**Problem to work on**
Recreate the entire listing that appears below, exactly.

Records supplied START

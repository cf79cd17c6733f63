import { randomUUID } from 'node:crypto';
import { EntityManager } from '@mikro-orm/sqlite';
import { CommandHandler, type ICommandHandler } from '@nestjs/cqrs';
import { recordAudit } from '../../audit/record-audit.js';
import { renewWelcomeLink } from '../../auth/welcome-links.js';
import { newAggregate } from '../../common/base.entity.js';
import { Clock } from '../../common/clock.js';
import { invalid } from '../../common/problem.js';
import { validated } from '../../common/validation.js';
import { type InvitationView, newAccountSchema } from '../../contract/people.js';
import { Passwords } from '../passwords.js';
import { Person } from '../person.entity.js';
import { accountName, accountView } from '../person.view.js';
import { InvitePerson } from './invite-person.command.js';

@CommandHandler(InvitePerson)
export class InvitePersonHandler implements ICommandHandler<InvitePerson> {
  constructor(
    private readonly em: EntityManager,
    private readonly passwords: Passwords,
    private readonly clock: Clock,
  ) {}

  async execute({ personId, account }: InvitePerson): Promise<InvitationView> {
    const given = validated(newAccountSchema, account);
    const now = this.clock.now();
    // A password that nobody knows, until the person sets their own.
    const passwordHash = await this.passwords.hash(randomUUID());
    return this.em.fork().transactional(async (em) => {
      if ((await em.count(Person, { email: given.email })) > 0) {
        throw invalid([{ path: 'email', message: 'Somebody has this e-mail address already.' }]);
      }
      const person = em.create(Person, { ...newAggregate(now), ...given, passwordHash });
      const { link, expiresAt } = await renewWelcomeLink(em, person, now);
      const by = em.getReference(Person, personId);
      const deed = { action: 'added', what: accountName(person), after: given } as const;
      recordAudit(em, deed, { at: now, by, study: null });
      return { person: accountView(person, expiresAt), link };
    });
  }
}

Records supplied END

**The completed task**
repository cf79cd17c6733f63
import { randomUUID } from 'node:crypto';
import { EntityManager } from '@mikro-orm/sqlite';
import { CommandHandler, type ICommandHandler } from '@nestjs/cqrs';
import { recordAudit } from '../../audit/record-audit.js';
import { renewWelcomeLink } from '../../auth/welcome-links.js';
import { newAggregate } from '../../common/base.entity.js';
import { Clock } from '../../common/clock.js';
import { invalid } from '../../common/problem.js';
import { validated } from '../../common/validation.js';
import { type InvitationView, newAccountSchema } from '../../contract/people.js';
import { Passwords } from '../passwords.js';
import { Person } from '../person.entity.js';
import { accountName, accountView } from '../person.view.js';
import { InvitePerson } from './invite-person.command.js';

@CommandHandler(InvitePerson)
export class InvitePersonHandler implements ICommandHandler<InvitePerson> {
  constructor(
    private readonly em: EntityManager,
    private readonly passwords: Passwords,
    private readonly clock: Clock,
  ) {}

  async execute({ personId, account }: InvitePerson): Promise<InvitationView> {
    const given = validated(newAccountSchema, account);
    const now = this.clock.now();
    // A password that nobody knows, until the person sets their own.
    const passwordHash = await this.passwords.hash(randomUUID());
    return this.em.fork().transactional(async (em) => {
      if ((await em.count(Person, { email: given.email })) > 0) {
        throw invalid([{ path: 'email', message: 'Somebody has this e-mail address already.' }]);
      }
      const person = em.create(Person, { ...newAggregate(now), ...given, passwordHash });
      const { link, expiresAt } = await renewWelcomeLink(em, person, now);
      const by = em.getReference(Person, personId);
      const deed = { action: 'added', what: accountName(person), after: given } as const;
      recordAudit(em, deed, { at: now, by, study: null });
      return { person: accountView(person, expiresAt), link };
    });
  }
}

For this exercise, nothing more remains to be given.